На высоком уровне вел свои занятия француз Жозеф Курнан. Младший товарищ Достоевского по Инженерному училищу И. М. Сеченов воздал высокую хвалу этому отличному лектору. Восторженные отзывы в юношеских письмах Достоевского о Расине и Корнеле, о Ронсаре и Малербе восходят к урокам и учебникам этого тонкого словесника. Свой курс он доводил и до современных писателей: Бальзака, Гюго, Жорж Санд, Эжена Сю, — рано ставших любимцами его даровитого слушателя.

«Красивым» и увлекательным считался курс истории архитектуры — настоящая школа больших стилей пластических искусств, навсегда привившая Достоевскому любовь к зодчеству и тонкое понимание его законов. В произведениях и письмах писателя разбросаны глубокие замечания о зданиях, их «физиономии» и характере. Он собирал снимки с мировых шедевров строительного искусства, а рукописи свои испещрял зарисовками готических башен.

Мало общавшийся с массой воспитанников и предпочитавший, как и впоследствии в жизни, уединение и замкнутость, Достоевский все же понемногу создает вокруг себя небольшой кружок друзей. Это Алексей Бекетов, брат знаменитых впоследствии ученых-естественников, с которыми Достоевский сблизится по окончании училища.
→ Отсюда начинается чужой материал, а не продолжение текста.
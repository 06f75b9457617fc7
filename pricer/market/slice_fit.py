"""A slice through one expiry's quotes: SVI, and a smooth correction where that misses them."""

from __future__ import annotations

import math
from collections.abc import Sequence
from dataclasses import replace

import numpy as np
from numpy.typing import NDArray

from pricer.market.corrected_slice import CorrectedSlice, Slice, base_of
from pricer.market.slice_correction import corrected
from pricer.market.slice_order import FINE_GRID, is_free, lifted
from pricer.market.smile_quotes import SmileQuotes
from pricer.market.svi import SviSlice
from pricer.market.svi_fit import LEAST_WEIGHT, fit_svi

Array = NDArray[np.float64]

#: A corrected slice is lifted by up to this share only: 0.004 vol points of a volatility of 20 %.
TINY_LIFT = 4e-4
#: Where it lacks more, its base is raised and the correction drawn anew, up to so many times.
DRAWN_ANEW = 3
#: A quote off the others' slice by up to this (1 vol point) may still be meant; by more it stays left out, and is
#: reported as missed, even where no arbitrage would forbid to meet it.
ODD = 0.01
#: Up to as many standard deviations (a call of 10 or 90 delta lies nearer) quotes are met alike; beyond, less closely.
NEAR = 1.5
#: With fewer quotes a correction would be drawn by nothing; SVI's five numbers are enough for them.
LEAST_QUOTES = 5


def fit_slice(
    quotes: SmileQuotes, time: float, before: Slice | None = None, later: Sequence[tuple[Array, Array]] = ()
) -> Slice:
    """The SVI slice of :func:`fit_svi`, brought to the quotes by a smooth correction where it misses them.

    Quotes that were left out come back if they are off by no more than ``ODD`` and the correction meets all of
    them: they are odd then, but no contradiction.
    See :mod:`pricer.market.slice_correction` for how far a correction may go.
    """
    base, weights = fit_svi(quotes, time, before, later)
    kept = weights > 0.0
    if np.count_nonzero(kept) < LEAST_QUOTES:
        return base
    misses = np.sqrt(base.total_variance(quotes.log_moneyness) / time) - quotes.volatilities
    if not kept.all() and np.max(np.abs(misses[~kept])) <= ODD:
        smile = _corrected(base, quotes, np.ones(kept.size, dtype=bool), time, before)
        errors = np.sqrt(smile.total_variance(quotes.log_moneyness) / time) - quotes.volatilities
        if np.all(np.abs(errors) <= 2.0 * _allowances(quotes, time)):
            return smile
    return _corrected(base, quotes, kept, time, before)


def _corrected(
    base: SviSlice, quotes: SmileQuotes, kept: NDArray[np.bool_], time: float, before: Slice | None
) -> Slice:
    """``base`` corrected to those quotes that are ``kept`` (n,), above ``before``; ``base`` itself if that cannot be.

    The corrected slice's deviation at the forward is another than the base's, and so is the range in which it must
    lie above the slice before. Where it lacks more there than can be added to all strikes unnoticed, the base is
    raised instead and the correction drawn anew, which takes the rise off again where quotes are.
    """
    k, volatilities, allowances = quotes.log_moneyness, quotes.volatilities, _allowances(quotes, time)
    unnoticed = TINY_LIFT * float(base.total_variance(0.0))
    drawn = base
    for _ in range(DRAWN_ANEW + 1):
        smile = corrected(drawn, k[kept], volatilities[kept], allowances[kept], time, before, FINE_GRID)
        raised = lifted(smile, before) if isinstance(smile, CorrectedSlice) else None
        if raised is None:
            break
        rise = base_of(raised).a - drawn.a
        if rise <= unnoticed:
            return raised if is_free(raised) else base
        drawn = replace(drawn, a=drawn.a + 1.1 * rise)
    return base


def _allowances(quotes: SmileQuotes, time: float) -> Array:
    """Errors that need no bend, (n,): those of ``quotes``, and more far from the forward in its own deviations."""
    far = np.maximum(np.abs(quotes.log_moneyness) / (quotes.volatilities * math.sqrt(time)) - NEAR, 0.0)
    out: Array = quotes.allowance / np.maximum(np.exp(-0.25 * far * far), LEAST_WEIGHT)
    return out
Это художник К. Трутовский, автор одухотворенного портрета юноши Достоевского, впоследствии известный жанрист, иллюстратор Пушкина, Гоголя и Шевченко. Эго, наконец, будущий автор «Антона-Горемыки» Д. В. Григорович, вскоре оставивший военную школу для Академии художеств.

Но настоящим духовным событием были для юного Достоевского встречи, беседы и споры с Иваном Николаевичем Шидловским, с которым московский штаб-лекарь и его сыновья познакомились по приезде в Петербург в приютившей их гостинице.

Этот молодой литератор открывает серию друзей-философов Достоевского, которые своими беседами стимулировали рост его замыслов и развитие его воззрений.

Первый из этой плеяды друзей Достоевского был старше его на пять лет, успел уже окончить университет, служил в одном из министерств, писал стихи, считался выдающимся декламатором и оратором.

Уже в письмах Достоевского о Шидловском выступает характерный образ молодого стихотворца 30-х годов. В духе романтической эпохи стилизуется его портрет:

«Взглянуть на него: это мученик! Он иссох; щеки впали; влажные глаза его были сухи и пламенны. Духовная красота его лица возвысилась с упадком физической…»

В таком же характерном стиле трактуется и участь этого нового Вертера:

«Он страдал! тяжко страдал! Боже мой, как любит он какую-то девушку (Marie, кажется). Она же вышла за кого-то замуж. Без этой любви он не был бы чистым, возвышенным, бескорыстным жрецом поэзии».